Stored data entries
···
/// Where a cheek cut's line is marked on the top view: on the arris it
/// meets, running across the top, with the square's other figure landing
/// on the stock (the face of `square`'s cut nearest `top_line_deg` at the
/// right end, not yet used by another cut). On a piece too short for the
/// square's whole figures, `square` is changed to half or a quarter of
/// each, with words saying so.
fn cheek_top_mark(
    top: &MemberView,
    upper: bool,
    top_line_deg: f64,
    square: &mut SquareSetting,
    left: Option<bool>,
    used: &mut Vec<usize>,
    style: LengthStyle,
) -> Option<(CutMark, Option<String>)> {
    let (low, high) = crate::drawing::bounds(&top.outline)?;
    let middle_x = 0.5 * (low.x + high.x);
    let on_arris = |p: DVec2| (p.y - low.y).abs() < 0.05 || (p.y - high.y).abs() < 0.05;
    let (index, (a, b)) = top
        .faces
        .iter()
        .enumerate()
        .filter(|(index, face)| face.face == CutFace::Cheek && !used.contains(index))
        .filter_map(|(index, face)| Some((index, face_ends(&face.outline)?)))
        .filter(|(_, (a, b))| (0.5 * (a.x + b.x) > middle_x) == upper)
        .min_by(|(_, x), (_, y)| {
            // The side frame's left is +y in the top view.
            let off = |(a, b): &(DVec2, DVec2)| {
                let d = *b - *a;
                let wrong_hand = left.is_some_and(|left| (a.y + b.y > 0.0) != left);
                (d.x.abs().atan2(d.y.abs()).to_degrees() - top_line_deg).abs()
                    + if wrong_hand { 90.0 } else { 0.0 }
            };
            off(x).total_cmp(&off(y))
        })?;
    used.push(index);
    // Of the ends on an arris, and of the square's heel across the board or
    // off the near side (the marked arm's line is the cheek line either
    // way), the one that lands the other figure on the stock rather than
    // past the member's end: a figure is read where its arm crosses wood.
    let candidates: Vec<CutMark> = [(a, b), (b, a)]
        .into_iter()
        .filter(|(edge, _)| on_arris(*edge))
        .map(|(edge, other)| (edge, along_square(other - edge, square)))
        .flat_map(|(edge, line)| [(edge, line), (edge, -line)])
        .filter_map(|(edge, toward_heel)| {
            Some(CutMark { edge_point: edge, into_board: toward_heel.try_normalize()?, edge_along: DVec2::X })
        })
        .collect();
    marks_on_stock(&candidates, square, low.x, high.x, style)
}

/// Of `candidates` (ways to hold `square` for one line), the first that
/// lands both figures on the stock (x within `low_x..high_x`): at the whole
/// figures, else at half or a quarter of each (the same line), changing
/// `square` and returning a note that says so; else the one that lands
/// nearest.
fn marks_on_stock(
    candidates: &[CutMark],
    square: &mut SquareSetting,
    low_x: f64,
    high_x: f64,
    style: LengthStyle,
) -> Option<(CutMark, Option<String>)> {
    let unit_in = figure_unit_in(style);
    let best = |square: &SquareSetting| {
        candidates
            .iter()
            .filter_map(|mark| {
                let hold = crate::drawing::square_hold(mark, square, unit_in)?;
                let past = (low_x - hold.other_point.x).max(hold.other_point.x - high_x).max(0.0);
                Some((past, *mark))
            })
            .min_by(|x, y| x.0.total_cmp(&y.0))
    };
    for (scale, words) in [(1.0, ""), (0.5, "half"), (0.25, "a quarter")] {
        let scaled = SquareSetting {
            figure: square.figure * scale,
            against: square.against * scale,
            mark_along: square.mark_along,
            setup: square.setup.clone(),
        };
        if let Some((past, mark)) = best(&scaled)
            && past < 1e-6
        {
            if scale < 1.0 {
                let mark_figure = match scaled.mark_along {
                    MarkAlong::Figure => scaled.figure,
                    MarkAlong::Against => scaled.against,
                };
                let unit = if style == LengthStyle::Millimetres { " mm" } else { "" };
                let text = |value: f64| format!("{}{unit}", crate::square_figure_text(value, style));
                let note = format!(
                    "square too long for this short piece at {} and {}: hold {words} of each, {} and {}, mark \
                     along the {} arm",
                    text(square.against),
                    text(square.figure),
                    text(scaled.against),
                    text(scaled.figure),
                    text(mark_figure)
                );
                square.figure = scaled.figure;
                square.against = scaled.against;
                return Some((mark, Some(note)));
            }
            return Some((mark, None));
        }
    }
    best(square).map(|(_, mark)| (mark, None))
}

/// A side-face mark held so both of the square's figures meet the edge on
/// the stock: the heel on the board as first drawn, or else off the edge
/// (the marked arm runs on past its figure over the board, where the line
/// is drawn along it; a tail plumb line held the first way puts its other
/// figure past the tail's end), at half or a quarter of the figures on a
/// piece too short for the whole ones (see `marks_on_stock`).
fn side_mark_on_stock(
    mark: CutMark,
    square: &mut SquareSetting,
    side: &MemberView,
    style: LengthStyle,
) -> (CutMark, Option<String>) {
    let Some((low, high)) = crate::drawing::bounds(&side.outline) else { return (mark, None) };
    let flipped = CutMark { into_board: -mark.into_board, ..mark };
    marks_on_stock(&[mark, flipped], square, low.x, high.x, style).unwrap_or((mark, None))
}

/// The direction of the line `square` marks, in the quadrant of `line`
/// (the cut's line seen from above): the marked arm meets the edge at
/// tan = other figure / marked figure, exactly, where the drawn face's
/// corners give it only roughly.
fn along_square(line: DVec2, square: &SquareSetting) -> DVec2 {
    let (mark, other) = match square.mark_along {
        MarkAlong::Figure => (square.figure, square.against),
        MarkAlong::Against => (square.against, square.figure),
    };
    let angle = other.atan2(mark);
    DVec2::new(angle.cos() * line.x.signum(), angle.sin() * line.y.signum())
}

/// Which side of the member (looking up it) each of a double-cheek tail's
/// two faces lies on, from the tail lines seen from above: the pairing of
/// faces to sides whose lines' angles from square best match the faces'
/// top-edge angles (the top view's +y side is the left). Faces cut alike
/// (a regular hip's) pair either way. `None` when the top view does not
/// show a tail line on each side.
fn tail_face_hands(top: &MemberView, faces: &[FaceAngles]) -> Option<[Hand; 2]> {
    let lines: Vec<(f64, bool)> = top
        .faces
        .iter()
        .filter(|view_face| view_face.face == CutFace::TailPlumb)
        .filter_map(|view_face| {
            let (a, b) = face_ends(&view_face.outline)?;
            let d = b - a;
            Some((d.x.abs().atan2(d.y.abs()).to_degrees(), a.y + b.y > 0.0))
        })
        .collect();
    let [first, second] = faces else { return None };
    let cost = |face: &FaceAngles, left: bool| {
        lines
            .iter()
            .filter(|(_, on_left)| *on_left == left)
            .map(|(angle, _)| (angle - face.top_edge_angle_deg).abs())
            .fold(f64::INFINITY, f64::min)
    };
    let first_left = cost(first, true) + cost(second, false);
    let first_right = cost(first, false) + cost(second, true);
    if !first_left.is_finite() && !first_right.is_finite() {
        return None;
    }
    Some(if first_left <= first_right { [Hand::Left, Hand::Right] } else { [Hand::Right, Hand::Left] })
}

fn cut_angles(face: &FaceAngles) -> CutAngles {
    CutAngles {
        side_line_deg: face.side_angle_deg,
        top_line_deg: face.top_edge_angle_deg,
        circular_on_face_bevel_deg: face.face_bevel_deg,
        circular_on_edge_bevel_deg: face.edge_bevel_deg,
        miter_flat_deg: [face.miter_flat.miter_deg, face.miter_flat.bevel_deg],
        miter_on_edge_deg: [face.miter_on_edge.miter_deg, face.miter_on_edge.bevel_deg],
    }
}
···
# Exercise aim
Print the lines above from the one with "let mark_figure = match" through the one with "the edge at", both included, exactly as written and nothing more.

# Exercise solution
                let mark_figure = match scaled.mark_along {
                    MarkAlong::Figure => scaled.figure,
                    MarkAlong::Against => scaled.against,
                };
                let unit = if style == LengthStyle::Millimetres { " mm" } else { "" };
                let text = |value: f64| format!("{}{unit}", crate::square_figure_text(value, style));
                let note = format!(
                    "square too long for this short piece at {} and {}: hold {words} of each, {} and {}, mark \
                     along the {} arm",
                    text(square.against),
                    text(square.figure),
                    text(scaled.against),
                    text(scaled.figure),
                    text(mark_figure)
                );
                square.figure = scaled.figure;
                square.against = scaled.against;
                return Some((mark, Some(note)));
            }
            return Some((mark, None));
        }
    }
    best(square).map(|(_, mark)| (mark, None))
}

/// A side-face mark held so both of the square's figures meet the edge on
/// the stock: the heel on the board as first drawn, or else off the edge
/// (the marked arm runs on past its figure over the board, where the line
/// is drawn along it; a tail plumb line held the first way puts its other
/// figure past the tail's end), at half or a quarter of the figures on a
/// piece too short for the whole ones (see `marks_on_stock`).
fn side_mark_on_stock(
    mark: CutMark,
    square: &mut SquareSetting,
    side: &MemberView,
    style: LengthStyle,
) -> (CutMark, Option<String>) {
    let Some((low, high)) = crate::drawing::bounds(&side.outline) else { return (mark, None) };
    let flipped = CutMark { into_board: -mark.into_board, ..mark };
    marks_on_stock(&[mark, flipped], square, low.x, high.x, style).unwrap_or((mark, None))
}

/// The direction of the line `square` marks, in the quadrant of `line`
/// (the cut's line seen from above): the marked arm meets the edge at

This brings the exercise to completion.